What are you researching? Dr. Annika Hollnagel

May 2023

Combining known and unknown physics

“I'm researching hardware for detectors in particle physics, especially neutrino physics. We are currently developing a new experiment. It's called SHiP, which stands for “Search for Hidden Particles”. However, we don't just want to search for previously hidden, new particles, but also take a closer look at known particles, in particular tau neutrinos – and thus combine known and unknown physics.

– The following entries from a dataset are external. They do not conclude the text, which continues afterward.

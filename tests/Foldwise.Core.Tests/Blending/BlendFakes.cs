using Foldwise.Core.Folds;

namespace Foldwise.Core.Tests.Blending;

/// <summary>Seeded, made-up blend problems shaped like out-of-fold predictions of a log-scale target.</summary>
internal static class BlendFakes
{
    public static double Normal(Random random) =>
        Math.Sqrt(-2 * Math.Log(1 - random.NextDouble())) * Math.Cos(2 * Math.PI * random.NextDouble());

    /// <summary>A target around 3–6 and columns = truth + bias + shared error + own noise.</summary>
    public static (double[][] Columns, double[] Target) Problem(int seed, int k, int n)
    {
        var random = new Random(seed);
        var truth = new double[n];
        var target = new double[n];
        var shared = new double[n];
        for (int i = 0; i < n; i++)
        {
            truth[i] = 3 + (2 * random.NextDouble());
            target[i] = truth[i] + (0.3 * Normal(random));
            shared[i] = Normal(random);
        }

        var columns = new double[k][];
        for (int j = 0; j < k; j++)
        {
            double bias = 0.2 * Normal(random);
            double load = 0.5 * random.NextDouble();
            double noise = 0.2 + (0.8 * random.NextDouble());
            columns[j] = new double[n];
            for (int i = 0; i < n; i++)
            {
                columns[j][i] = truth[i] + bias + (load * shared[i]) + (noise * Normal(random));
            }
        }

        return (columns, target);
    }

    /// <summary>Rows dealt to folds round-robin: row r is in fold r mod foldCount.</summary>
    public static FoldPlan RoundRobin(int rows, int foldCount) =>
        new(foldCount, 0, [.. Enumerable.Range(0, rows).Select(r => r % foldCount)]);

    public static double SumOfSquares(IReadOnlyList<double[]> columns, IReadOnlyList<double> weights, IReadOnlyList<double> y)
    {
        double sum = 0;
        for (int i = 0; i < y.Count; i++)
        {
            double fitted = 0;
            for (int j = 0; j < columns.Count; j++)
            {
                fitted += weights[j] * columns[j][i];
            }

            sum += (y[i] - fitted) * (y[i] - fitted);
        }

        return sum;
    }
}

In Mainz, we are concentrating on a sub-detector, the so-called “Surrounding Background Tagger”, or SBT for short. The central experimental chamber of SHiP is a 50-meter-long vacuum vessel inside which we want to study rare particle decays. To enable a background-free measurement, it is very important that all particles that enter this decay volume from outside are identified – i.e. “tagged”. For this purpose, the SBT encases the entire vacuum vessel with a layer of 20-centimeter-thick liquid scintillator segments equipped with Wavelength-shifting Optical Modules (WOMs) and silicon photomultipliers (SiPM) as readout units. The WOM technology was first proposed for the IceCube experiment: we are working closely with Sebastian Böser's group here at the site to develop it further.

©: Angelika Stehle

In this phase of the experiment, it is possible to contribute your own ideas and thus influence the detector development. We have already been able to carry out four test beam measurements with increasingly sophisticated detector prototypes at CERN and DESY. These are important milestones on the way to the final detector design. Finally, we want to operate SHiP at CERN's SPS proton accelerator: at a future “Beam Dump Facility” (BDF), the high-energy and intense proton beam will be used to produce neutral, heavy particles. Studies of their decays will then allow us to delve deeper into the “HiddenSector”.”

Dr. Annika Hollnagel has been a postdoc in Professor Michael Wurm's group since 2017. She previously completed her PhD in Hamburg on the OPERA experiment, which used a muon neutrino beam to research oscillation in tau and electron neutrinos. In Mainz, she is impressed by how internationally neutrino physics is set up.